Even the architect called saying "they're 9" deep".  I really felt bad for the owner, but wouldn't you know it was on the market within a few days of getting the C.O.


----------



## Yankee (Nov 24, 2010)

I confess I don't check the rise and run. I do notice upon walking the stairs if they seem to be off, but that's the only time I'll address it. I am mindful that the code has finite numbers for this element but I just can't get too excited when there are so many other things I feel are more likely to be hazardous that I'd rather spend my time on.


----------



## TimNY (Nov 25, 2010)

I don't check every tread.. I simply place the clipboard vertically and I can check the rise and run in a few seconds.  Usually the GC doesn't even realize I've checked them.  There is a lot to inspect.. We do the best we can..


----------



## fiddler (Nov 25, 2010)

Your all fixated on the stringers in those pictures, don't lose sight of the lack of support for the landings.


----------



## Francis Vineyard (Nov 25, 2010)

fiddler said:
			
		

> Your all fixated on the stringers in those pictures, don't lose sight of the lack of support for the landings.


Absolutely, see the 3rd photo in the second set where the rim joist is cantilevered; the corner is not fastened. The 4th picture has tapcons about every other joist span. If my memory serves I think in the 2nd picture that's OSB sandwich between the stringer and rim board supporting the landing on blocking nailed to the studs.

The framing inspection was approved the day before and I caught this doing an electrical inspection. No it wasn't me that did the framing inspection but even if so I think it helps just spot checking critical areas in a location instead looking at everything at once.  I'll ask how many plumbers, electricians or framers are doing the job and can start to pick out different signatures on their work; find errors in certain areas. Here there were several contractors doing things that were out of their league.

I get my code book(s) out; teach them the minimum with those scary words; "I'm from the government and I'm here to help"


----------



## mjesse (Nov 29, 2010)

GHRoberts said:
			
		

> But on to the initial photos. At least one of the stringers rests against the studs. Usually the stringer is nailed to the studs well enough to keep the stringer up. At my house one stringer is nailed to studs and the other is supported by a wall under the stringer. So the problem might just be in the eye of the inspector.
> 
> It is really hard to make a claim that stringers in a "habitable" area are not properly supported.

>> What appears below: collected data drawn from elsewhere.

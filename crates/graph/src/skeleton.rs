//! The molecule on flat arrays, terminal hydrogens folded into their atoms.
//!
//! A hydrogen that is an atom of its own and one that is only counted are the same thing; the
//! skeleton makes them so. What cannot be folded (bridging or charged hydrogen, H₂) stays an atom.

use crate::{Atom, Element, Molecule, rings::Adjacency};

/// No skeleton atom.
pub(crate) const NO_ATOM: u32 = u32::MAX;

/// An atom of the skeleton.
#[derive(Debug, Clone, Copy, PartialEq, Eq)]
pub(crate) struct SkeletonAtom {
    pub(crate) element: Element,
    pub(crate) isotope: Option<u16>,
    /// All hydrogens, counted and folded.
    pub(crate) hydrogens: u8,
    /// How many of them carry mass number 1, 2 and 3, four bits each from the low end.
    pub(crate) labelled: u16,
    /// Formal charge in the normal form.
    pub(crate) charge: i8,
    /// The atom's index in the molecule.
    pub(crate) source: u32,
}

/// A bond of the skeleton with its drawn order, then its order in the normal form.
#[derive(Debug, Clone, Copy, PartialEq, Eq)]
pub(crate) struct SkeletonBond {
    pub(crate) a: u32,
    pub(crate) b: u32,
    pub(crate) order: u8,
}

impl SkeletonBond {
    /// Electron pairs that count as valence: none for coordination and hydrogen bonds.
    pub(crate) fn pairs(&self) -> u8 {
        match self.order {
            order @ 1..=4 => order,
            _ => 0,
        }
    }
}

/// Flat molecule. All vectors are reused from one molecule to the next.
#[derive(Debug, Default, Clone)]
pub(crate) struct Skeleton {
    pub(crate) atoms: Vec<SkeletonAtom>,
    pub(crate) bonds: Vec<SkeletonBond>,
    pub(crate) adjacency: Adjacency,
    /// Per bond: in a ring.
    pub(crate) ring: Vec<bool>,
    /// Per atom of the molecule: its skeleton atom, or that of the atom it is folded into.
    pub(crate) home: Vec<u32>,
    /// Per atom of the molecule: for a hydrogen that is folded away its mass number, 0 if natural.
    pub(crate) folded: Vec<Option<u8>>,
}

impl Skeleton {
    /// Loads a molecule.
    pub(crate) fn load(&mut self, molecule: &Molecule) {
        let folds = self.fold(molecule);
        self.atoms.clear();
        self.bonds.clear();
        self.home.clear();
        self.ring.clear();
        let skeleton_atom = |(source, atom): (u32, &Atom)| SkeletonAtom {
            element: atom.element,
            isotope: atom.isotope,
            hydrogens: atom.hydrogens,
            labelled: 0,
            charge: atom.charge,
            source,
        };
        let atoms = (0..).zip(molecule.atoms());
        if folds {
            for (atom, folded) in atoms.zip(&self.folded) {
                let home = self.atoms.len() as u32;
                self.home
                    .push(if folded.is_some() { NO_ATOM } else { home });
                if folded.is_none() {
                    self.atoms.push(skeleton_atom(atom));
                }
            }
            self.load_bonds(molecule);
        } else {
            // Most records have no hydrogen to fold: plain copies.
            self.atoms.extend(atoms.map(skeleton_atom));
            self.home.extend(0..self.atoms.len() as u32);
            let bonds = molecule.bonds();
            self.bonds.extend(bonds.map(|(a, b, order)| SkeletonBond {
                a,
                b,
                order: order.class(),
            }));
            self.ring.extend_from_slice(&molecule.ring);
        }
        let ends = self.bonds.iter().map(|bond| (bond.a, bond.b));
        self.adjacency.load(self.atoms.len(), ends);
    }

    fn load_bonds(&mut self, molecule: &Molecule) {
        for ((a, b, order), &ring) in molecule.bonds().zip(&molecule.ring) {
            match (self.folded[a as usize], self.folded[b as usize]) {
                (Some(mass), _) => self.absorb(mass, a, b),
                (_, Some(mass)) => self.absorb(mass, b, a),
                _ => {
                    self.bonds.push(SkeletonBond {
                        a: self.home[a as usize],
                        b: self.home[b as usize],
                        order: order.class(),
                    });
                    self.ring.push(ring);
                }
            }
        }
    }

    /// Decides which hydrogen atoms fold: neutral, one single bond, and few enough on their
    /// neighbour to be counted in four bits. Of two hydrogens bonded to each other the heavier
    /// isotope stays an atom, so that H₂, HD and D₂ have one form however they are drawn. Says whether
    /// any folds.
    fn fold(&mut self, molecule: &Molecule) -> bool {
        let mut folds = false;
        self.folded.clear();
        self.folded.resize(molecule.atom_count(), None);
        for (index, atom) in molecule.atoms().enumerate() {
            let index = index as u32;
            if atom.element != Element::HYDROGEN
                || atom.charge != 0
                || atom.hydrogens != 0
                || !matches!(atom.isotope, None | Some(1..=3))
            {
                continue;
            }
            let mut bonds = molecule.neighbours(index);
            let (Some((other, order)), None) = (bonds.next(), bonds.next()) else {
                continue;
            };
            let Some(host) = molecule.atom(other) else {
                continue;
            };
            if order.pairs() != 1 || molecule.neighbours(other).nth(12).is_some() {
                continue;
            }
            let foldable = host.element != Element::HYDROGEN
                || host.charge != 0
                || host.hydrogens != 0
                || molecule.neighbours(other).nth(1).is_some()
                || (self.folded[other as usize].is_none()
                    && (host.isotope, other) > (atom.isotope, index))
                || (host.isotope > Some(3));
            if foldable && host.element != Element::WILDCARD {
                self.folded[index as usize] = Some(atom.isotope.unwrap_or(0) as u8);
                folds = true;
            }
        }
        folds
    }

    fn absorb(&mut self, mass: u8, hydrogen: u32, host: u32) {
        let home = self.home[host as usize];
        self.home[hydrogen as usize] = home;
        let atom = &mut self.atoms[home as usize];
        atom.hydrogens = atom.hydrogens.saturating_add(1);
        if mass > 0 {
            atom.labelled += 1 << (4 * (mass - 1));
        }
    }

    /// Electron pairs of a bond that count as valence: none for coordination and hydrogen bonds.
    pub(crate) fn pairs(&self, bond: u32) -> u8 {
        self.bonds[bond as usize].pairs()
    }

    /// The number of atoms.
    pub(crate) fn len(&self) -> usize {
        self.atoms.len()
    }

    /// The bonds at an atom: neighbour and bond index.
    pub(crate) fn arcs(&self, atom: u32) -> &[(u32, u32)] {
        self.adjacency.of(atom)
    }

    /// The number of bonds at an atom.
    pub(crate) fn degree(&self, atom: u32) -> usize {
        self.adjacency.of(atom).len()
    }

    /// The bond between two atoms.
    pub(crate) fn bond_between(&self, a: u32, b: u32) -> Option<u32> {
        self.arcs(a)
            .iter()
            .find(|&&(to, _)| to == b)
            .map(|&(_, bond)| bond)
    }
}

One could argue that since there is no minimum standard in the Code, I have no grounds to "_claim_" they are "not properly supported"

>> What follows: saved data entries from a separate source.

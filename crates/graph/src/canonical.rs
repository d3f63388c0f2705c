//! The canonical view of a molecule: symmetry, stereo, claims and keys, from one place.

mod colour;
mod comparison;
mod elements;
mod form;
mod normal;
mod placement;

use thiserror::Error;

use crate::{
    Key, Limits, Molecule,
    claims::{self, Claims, Solver, Variable},
    mesomer::Mesomer,
    order::{Coloured, Labeller, Labelling},
    skeleton::Skeleton,
    stereo::Perception,
};

pub use comparison::{Arrangement, arrangement};
pub use elements::{Dropped, Mark, Remark, StereoElement};
pub use form::{CanonicalForm, FormAtom, FormStereo};
pub use normal::{NormalAtom, NormalBond, NormalForm};

/// Why a record has no canonical order. There is never a weaker key instead.
#[derive(Debug, Clone, Copy, PartialEq, Eq, Error)]
#[non_exhaustive]
pub enum OrderError {
    /// The canonical search reached its step limit.
    #[error("canonical order not found within {limit} steps")]
    StepLimit {
        /// The limit.
        limit: u64,
    },
    /// Too many unmarked stereo elements that symmetry relates to marked ones.
    #[error(
        "more than {limit} unmarked stereo elements in positions related by symmetry to marked ones"
    )]
    TooManyOpenElements {
        /// The limit.
        limit: u32,
    },
    /// The record has more atoms than the limit.
    #[error("more than {limit} atoms")]
    TooManyAtoms {
        /// The limit.
        limit: usize,
    },
    /// An atom's charge, isotope or hydrogen count is outside what a certificate holds.
    #[error("charge, isotope or hydrogen count of atom {atom} is out of range")]
    OutOfRange {
        /// The atom, from 0.
        atom: u32,
    },
}

/// Computes canonical views; owns the scratch memory. One per thread.
#[derive(Debug, Default)]
pub struct Orderer {
    limits: Limits,
    labeller: Labeller,
    graph: Coloured,
}

/// The canonical view of one molecule.
#[derive(Debug, Clone)]
pub struct Canonical {
    pub(crate) skeleton: Skeleton,
    pub(crate) mesomer: Mesomer,
    pub(crate) perception: Perception,
    pub(crate) variables: Vec<Variable>,
    pub(crate) claims: Claims,
    /// Without isotopes and stereo.
    constitution: Labelling,
    /// With isotopes, without stereo.
    pub(crate) bare: Labelling,
    /// With the marks that count: the order canonical text is written in.
    pub(crate) written: Labelling,
    constitution_key: Key,
    compound_key: Key,
}

impl Orderer {
    /// An orderer with the given limits.
    pub fn new(limits: Limits) -> Self {
        Self {
            limits,
            ..Self::default()
        }
    }

    /// Finds the canonical view of a molecule.
    ///
    /// # Errors
    /// [`OrderError`]: a limit was reached, or a number is out of range.
    ///
    /// # Complexity
    /// Close to linear on molecules; exponential only on graphs made to be hard, and then bounded by
    /// [`Limits::order_steps`].
    ///
    /// # Source
    /// McKay & Piperno, J. Symb. Comput. 2014, 60, 94; the treatment of stereo and of open claims is
    /// described in docs/architecture.md.
    pub fn order(&mut self, molecule: &Molecule) -> Result<Canonical, OrderError> {
        if molecule.atom_count() > self.limits.atoms {
            return Err(OrderError::TooManyAtoms {
                limit: self.limits.atoms,
            });
        }
        let mut skeleton = Skeleton::default();
        skeleton.load(molecule);
        let mut mesomer = Mesomer::default();
        mesomer.load(&mut skeleton);
        let mut steps = 0;
        let constitution = self.label(&skeleton, &mesomer, false, &mut steps)?;
        let labelled = skeleton
            .atoms
            .iter()
            .any(|atom| atom.isotope.is_some() || atom.labelled > 0);
        let bare = if labelled {
            self.label(&skeleton, &mesomer, true, &mut steps)?
        } else {
            constitution.clone()
        };
        let mut perception = Perception::default();
        perception.load(&skeleton, &mesomer, molecule.drawn_stereo());
        perception.keep_unequal_axes(&skeleton, &bare.generators);
        let variables = claims::variables(&perception);
        let outcome = Solver {
            graph: &mut self.graph,
            labeller: &mut self.labeller,
            perception: &perception,
            variables: &variables,
            step_limit: self.limits.order_steps,
            steps: &mut steps,
            open_limit: self.limits.open_elements,
        }
        .solve(&bare)?;
        let constitution_key = Key::of(0, std::iter::once(&constitution.certificate[..]));
        let certificates = outcome.claims.certificates.iter().map(Vec::as_slice);
        let compound_key = Key::of(1, certificates);
        Ok(Canonical {
            skeleton,
            mesomer,
            perception,
            variables,
            claims: outcome.claims,
            constitution,
            bare,
            written: outcome.written,
            constitution_key,
            compound_key,
        })
    }

    fn label(
        &mut self,
        skeleton: &Skeleton,
        mesomer: &Mesomer,
        isotopes: bool,
        steps: &mut u64,
    ) -> Result<Labelling, OrderError> {
        colour::load(&mut self.graph, skeleton, mesomer, isotopes)?;
        let mut labelling = Labelling::default();
        let limit = self.limits.order_steps;
        self.labeller
            .label(&self.graph, limit, steps, &mut labelling)
            .map_err(|_| OrderError::StepLimit { limit })?;
        Ok(labelling)
    }
}

impl Canonical {
    /// The key of the constitution: no stereo, no isotopes.
    pub fn constitution_key(&self) -> Key {
        self.constitution_key
    }

    /// The key of the compound: isotopes and everything the record claims about stereo. Two records
    /// are identical exactly when it is equal.
    pub fn compound_key(&self) -> Key {
        self.compound_key
    }

    /// Whether both records have the same constitution, isotopes aside; on certificates, not keys.
    pub fn same_constitution(&self, other: &Self) -> bool {
        self.constitution.certificate == other.constitution.certificate
    }

    /// Whether both records have the same constitution, isotopes included.
    pub fn same_labelled_constitution(&self, other: &Self) -> bool {
        self.bare.certificate == other.bare.certificate
    }

    /// Whether both records stand for the same set of stereoisomers; on certificates, not keys.
    pub fn same_compound(&self, other: &Self) -> bool {
        self.claims.certificates == other.claims.certificates
    }

    /// Whether the record stands for more than one possible sample, or leaves out what its notation
    /// cannot say.
    pub fn is_open(&self) -> bool {
        self.claims.open || !self.perception.undrawable.is_empty()
    }

    /// The atoms of the molecule, terminal hydrogens aside, in canonical order.
    pub fn order(&self) -> impl ExactSizeIterator<Item = u32> + '_ {
        self.written
            .order
            .iter()
            .map(|&atom| self.skeleton.atoms[atom as usize].source)
    }
}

I agree with Francis that some minimum should be in the Code to help those inspectors (and contractors for that matter) understand what makes an adequately supported stair carriage. In the "eye" of this inspector, there is nothing but a handful of 10d gunned in toenails holding up this stair.

What is not shown in the photos is that what may appear to be a double stringer is actually a 2x4 spacer and 2x12 stringer.

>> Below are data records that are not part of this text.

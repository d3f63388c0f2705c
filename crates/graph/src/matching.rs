//! Maximum matching in a general graph: augmenting paths with blossoms.
//!
//! Edmonds, Can. J. Math. 1965, 17, 449. A search from one exposed vertex costs O(vertices × edges)
//! at worst and is close to linear on molecules.

use std::{collections::VecDeque, ops::Range};

/// No vertex: the mate of an exposed vertex.
pub(crate) const NONE: u32 = u32::MAX;

/// A graph with a matching that grows by augmenting paths. All vectors are scratch that is reused.
///
/// A search touches and resets only what it reaches, so that many local questions on a large graph
/// cost what they look at.
#[derive(Debug, Default, Clone)]
pub(crate) struct Matching {
    /// Edges that were added; [`Matching::connect`] sorts them into the lists of neighbours.
    edges: Vec<(u32, u32)>,
    /// Per vertex: where its neighbours begin and end in `arcs`.
    lists: Vec<(u32, u32)>,
    arcs: Vec<u32>,
    vertices: usize,
    mate: Vec<u32>,
    /// Changes of mates since the last reset: vertex and mate before.
    journal: Vec<(u32, u32)>,
    removed: Vec<bool>,
    group: Vec<u32>,
    blocked: Option<(u32, u32)>,
    /// Vertices that need no partner: a search may end by exposing one.
    optional: Vec<bool>,
    parent: Vec<u32>,
    base: Vec<u32>,
    outer: Vec<bool>,
    touched: Vec<u32>,
    /// Stamps of the last path and blossom that a vertex was on.
    on_path: Vec<u32>,
    in_blossom: Vec<u32>,
    stamp: u32,
    queue: VecDeque<u32>,
    /// Edges looked at since the caller last set it to zero.
    pub(crate) work: u64,
    /// Searches give up once `work` has passed this; the caller then has to discard what they say.
    pub(crate) budget: u64,
}

impl Matching {
    /// Whether work went beyond the budget, so that answers since then mean nothing.
    pub(crate) fn is_exhausted(&self) -> bool {
        self.work > self.budget
    }

    /// Empties the graph and gives it `vertices` isolated vertices.
    pub(crate) fn reset(&mut self, vertices: usize) {
        self.edges.clear();
        self.arcs.clear();
        fill(&mut self.lists, vertices, (0, 0));
        self.vertices = vertices;
        fill(&mut self.mate, vertices, NONE);
        fill(&mut self.removed, vertices, false);
        fill(&mut self.optional, vertices, false);
        fill(&mut self.parent, vertices, NONE);
        fill(&mut self.outer, vertices, false);
        fill(&mut self.on_path, vertices, 0);
        fill(&mut self.in_blossom, vertices, 0);
        self.stamp = 0;
        self.journal.clear();
        self.touched.clear();
        for identity in [&mut self.group, &mut self.base] {
            identity.clear();
            identity.extend(0..vertices as u32);
        }
        self.blocked = None;
        self.work += vertices as u64;
    }

    /// Says that a vertex need not be covered.
    pub(crate) fn set_optional(&mut self, vertex: u32) {
        self.optional[vertex as usize] = true;
    }

    /// Puts a vertex into a group, for [`Matching::block`].
    pub(crate) fn set_group(&mut self, vertex: u32, group: u32) {
        self.group[vertex as usize] = group;
    }

    /// The group of a vertex.
    pub(crate) fn group(&self, vertex: u32) -> u32 {
        self.group[vertex as usize]
    }

    /// Hides all edges between two groups from searches, or shows them again.
    pub(crate) fn block(&mut self, groups: Option<(u32, u32)>) {
        self.blocked = groups;
    }

    fn is_blocked(&self, a: u32, b: u32) -> bool {
        self.blocked.is_some_and(|(x, y)| {
            let (p, q) = (self.group[a as usize], self.group[b as usize]);
            (p, q) == (x, y) || (p, q) == (y, x)
        })
    }

    /// Adds an edge. The caller adds each edge once, and connects them when all are there.
    pub(crate) fn add_edge(&mut self, a: u32, b: u32) {
        self.edges.push((a, b));
    }

    /// Makes the edges added since the last reset part of the graph.
    pub(crate) fn connect(&mut self) {
        self.work += self.edges.len() as u64;
        self.lists.fill((0, 0));
        for &(a, b) in &self.edges {
            self.lists[a as usize].1 += 1;
            self.lists[b as usize].1 += 1;
        }
        let mut sum = 0;
        for list in &mut self.lists {
            let count = list.1;
            *list = (sum, sum);
            sum += count;
        }
        fill(&mut self.arcs, sum as usize, NONE);
        for &(a, b) in &self.edges {
            for (from, to) in [(a, b), (b, a)] {
                let end = &mut self.lists[from as usize].1;
                self.arcs[*end as usize] = to;
                *end += 1;
            }
        }
    }

    /// Deletes all edges between two ranges of vertices, save those with a kept end.
    pub(crate) fn cut(&mut self, a: Range<u32>, b: Range<u32>, kept: &[bool]) {
        for (from, to) in [(a.clone(), b.clone()), (b, a)] {
            for vertex in from.filter(|&v| !kept[v as usize]) {
                let (start, end) = self.lists[vertex as usize];
                let mut left = start;
                for at in start..end {
                    let other = self.arcs[at as usize];
                    if kept[other as usize] || !to.contains(&other) {
                        self.arcs[left as usize] = other;
                        left += 1;
                    }
                }
                self.lists[vertex as usize].1 = left;
            }
        }
    }

    /// The neighbours of a vertex.
    pub(crate) fn neighbours(&self, vertex: u32) -> &[u32] {
        let (start, end) = self.lists[vertex as usize];
        &self.arcs[start as usize..end as usize]
    }

    /// The partner of a vertex, [`NONE`] if it is exposed.
    pub(crate) fn mate(&self, vertex: u32) -> u32 {
        self.mate[vertex as usize]
    }

    /// Puts an edge into the matching.
    pub(crate) fn join(&mut self, a: u32, b: u32) {
        self.set_mate(a, b);
        self.set_mate(b, a);
    }

    /// Takes the matching edge at a vertex out again and returns the other end.
    pub(crate) fn part(&mut self, a: u32) -> u32 {
        let b = self.mate[a as usize];
        if b != NONE {
            self.set_mate(a, NONE);
            self.set_mate(b, NONE);
        }
        b
    }

    fn set_mate(&mut self, vertex: u32, mate: u32) {
        self.journal.push((vertex, self.mate[vertex as usize]));
        self.mate[vertex as usize] = mate;
    }

    /// How many changes were made so far; [`Matching::undo_to`] goes back to it.
    pub(crate) fn changes(&self) -> usize {
        self.journal.len()
    }

    /// The changes since, each a vertex and its mate before; some vertices several times.
    pub(crate) fn changes_since(&self, changes: usize) -> impl Iterator<Item = (u32, u32)> + '_ {
        self.journal[changes..].iter().copied()
    }

    /// Takes all changes as made for good: there is nothing to undo any more.
    pub(crate) fn keep_changes(&mut self) {
        self.journal.clear();
    }

    /// The vertices whose mate was changed since; some several times.
    pub(crate) fn changed_since(&self, changes: usize) -> impl Iterator<Item = u32> + '_ {
        self.journal[changes..].iter().map(|&(vertex, _)| vertex)
    }

    /// Undoes changes until only the first `changes` are left.
    pub(crate) fn undo_to(&mut self, changes: usize) {
        while self.journal.len() > changes
            && let Some((vertex, mate)) = self.journal.pop()
        {
            self.mate[vertex as usize] = mate;
        }
    }

    /// Hides a vertex from searches, or shows it again.
    pub(crate) fn set_removed(&mut self, vertex: u32, removed: bool) {
        self.removed[vertex as usize] = removed;
    }

    /// The partners of all vertices, to be put back by [`Matching::restore`].
    pub(crate) fn mates(&self) -> &[u32] {
        &self.mate
    }

    /// Puts a saved matching back.
    pub(crate) fn restore(&mut self, mate: &[u32]) {
        self.mate.clear();
        self.mate.extend_from_slice(mate);
        self.journal.clear();
    }

    /// Matches greedily, then augments until no exposed vertex can be matched. Returns how many are
    /// left; optional vertices do not count.
    pub(crate) fn maximise(&mut self) -> usize {
        for vertex in 0..self.vertices as u32 {
            if self.is_settled(vertex) {
                continue;
            }
            let neighbours = self.neighbours(vertex);
            let free = neighbours
                .iter()
                .copied()
                .filter(|&n| self.mate[n as usize] == NONE && !self.removed[n as usize])
                .min_by_key(|&n| self.neighbours(n).len());
            self.work += neighbours.len() as u64;
            if let Some(other) = free {
                self.join(vertex, other);
            }
        }
        (0..self.vertices as u32)
            .filter(|&v| !self.is_settled(v) && !self.augment(v))
            .count()
    }

    /// Whether nothing is to be done about a vertex: covered, hidden, or optional.
    fn is_settled(&self, vertex: u32) -> bool {
        let at = vertex as usize;
        self.mate[at] != NONE || self.removed[at] || self.optional[at]
    }

    /// Looks for an augmenting path from an exposed vertex and flips it. Covered vertices stay
    /// covered.
    pub(crate) fn augment(&mut self, root: u32) -> bool {
        let Some(end) = self.search(root) else {
            return false;
        };
        let mut vertex = end;
        while vertex != NONE {
            let before = self.parent[vertex as usize];
            let next = self.mate[before as usize];
            self.join(vertex, before);
            vertex = next;
        }
        true
    }

    /// Brings an edge into a perfect matching if some perfect matching has it, else leaves all as it
    /// was.
    pub(crate) fn force(&mut self, x: u32, y: u32) -> bool {
        let before = self.changes();
        let (u, v) = (self.part(x), self.part(y));
        self.set_removed(x, true);
        self.set_removed(y, true);
        let done = u != NONE && v != NONE && self.augment(u) && self.mate(v) != NONE;
        self.set_removed(x, false);
        self.set_removed(y, false);
        if done {
            self.join(x, y);
        } else {
            self.undo_to(before);
        }
        done
    }

    /// Searches from a vertex that is exposed while no other is: afterwards
    /// [`Matching::is_outer`] tells which vertices an even alternating path leads to, that is, which
    /// could be exposed in its stead.
    pub(crate) fn explore(&mut self, root: u32) {
        let end = self.search(root);
        debug_assert!(end.is_none(), "no other vertex is exposed");
    }

    /// Whether the last search reached a vertex by an even alternating path.
    pub(crate) fn is_outer(&self, vertex: u32) -> bool {
        self.outer[vertex as usize]
    }

    /// Breadth-first search with blossom shrinking; returns the far end of an augmenting path.
    fn search(&mut self, root: u32) -> Option<u32> {
        for vertex in self.touched.drain(..) {
            self.parent[vertex as usize] = NONE;
            self.outer[vertex as usize] = false;
            self.base[vertex as usize] = vertex;
        }
        self.queue.clear();
        self.reach(root);
        while let Some(vertex) = self.queue.pop_front() {
            if self.optional[vertex as usize] && vertex != root {
                return Some(self.part(vertex));
            }
            let (start, end) = self.lists[vertex as usize];
            self.work += u64::from(end - start);
            if self.work > self.budget {
                return None;
            }
            for at in start..end {
                let to = self.arcs[at as usize];
                if self.removed[to as usize]
                    || self.base[vertex as usize] == self.base[to as usize]
                    || self.mate[vertex as usize] == to
                    || self.is_blocked(vertex, to)
                {
                    continue;
                }
                let to_mate = self.mate[to as usize];
                if to == root || (to_mate != NONE && self.parent[to_mate as usize] != NONE) {
                    self.shrink(vertex, to);
                } else if self.parent[to as usize] == NONE {
                    self.parent[to as usize] = vertex;
                    self.touched.push(to);
                    if to_mate == NONE {
                        return Some(to);
                    }
                    self.reach(to_mate);
                }
            }
        }
        None
    }

    /// Puts an outer vertex into the queue.
    fn reach(&mut self, vertex: u32) {
        self.outer[vertex as usize] = true;
        self.touched.push(vertex);
        self.queue.push_back(vertex);
    }

    /// Contracts the blossom closed by the edge between two outer vertices.
    fn shrink(&mut self, a: u32, b: u32) {
        let base = self.common_base(a, b);
        self.stamp += 1;
        self.mark_path(a, base, b);
        self.mark_path(b, base, a);
        for at in 0..self.touched.len() {
            let vertex = self.touched[at] as usize;
            if self.in_blossom[self.base[vertex] as usize] == self.stamp {
                self.base[vertex] = base;
                if !self.outer[vertex] {
                    self.outer[vertex] = true;
                    self.queue.push_back(vertex as u32);
                }
            }
        }
        self.work += self.touched.len() as u64;
    }

    /// The lowest common ancestor of two outer vertices in the shrunken tree.
    fn common_base(&mut self, mut a: u32, mut b: u32) -> u32 {
        self.stamp += 1;
        loop {
            a = self.base[a as usize];
            self.on_path[a as usize] = self.stamp;
            if self.mate[a as usize] == NONE {
                break;
            }
            a = self.parent[self.mate[a as usize] as usize];
        }
        loop {
            b = self.base[b as usize];
            if self.on_path[b as usize] == self.stamp {
                return b;
            }
            b = self.parent[self.mate[b as usize] as usize];
        }
    }

    fn mark_path(&mut self, mut vertex: u32, base: u32, mut child: u32) {
        while self.base[vertex as usize] != base {
            let mate = self.mate[vertex as usize];
            self.in_blossom[self.base[vertex as usize] as usize] = self.stamp;
            self.in_blossom[self.base[mate as usize] as usize] = self.stamp;
            self.parent[vertex as usize] = child;
            child = mate;
            vertex = self.parent[mate as usize];
        }
    }
}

It appears as though the 2x4 was nailed to the stringer before installation, and then the assemble unit was toenailed through the studs into the 2x4.

During my 20 years of custom carpentry and stair building, I learned to fully support the landings by extending the rim into the stud space, resting on a post to the bottom plate. Bottoms of stringers should rest on the floor, or have a 1-1/2" flat cut supported by a 2x4 face nailed into the floor framing. For the tops of stringers, I use 3/4" plywood that runs from top of landing to bottom of stringer, nailed to the stringer ends before installing the carriage in the opening. Alternately, additional material could be fastened to the underside of the landing to support the lower ends on the stringer cut. Last but not least NO OVERCUTS! All rise/run cuts should be finished with a handsaw or jigsaw.

I'm going back for a re-inspection today. I'll keep ya posted.


----------



## fatboy (Nov 29, 2010)

"I guess your rough-in inspections are not to thorough."

Pound sand George...........that's a friggen cheap shot.....even for you.

aaaaa.........let me see........my inspectors log around 20,000 inspections a year.............do they miss some things? DUH...hell yeah they do. We all do........and, yup George......I'm sure that you've blown a few things in your days, climb off your high horse pal.

I was lucky an inspector didn't die, and you want to take pot shots....what a chump.............


----------



## PORTEOUS (Nov 29, 2010)

Agree w/ Fatboy, and agree w/ MJesse on framing technique


----------



## mjesse (Nov 29, 2010)

Met the carpenter on-site for the re-inspection. Used the opportunity to explain what I saw as insufficient, and helped him to understand what can be done differently to make a better/safer stair.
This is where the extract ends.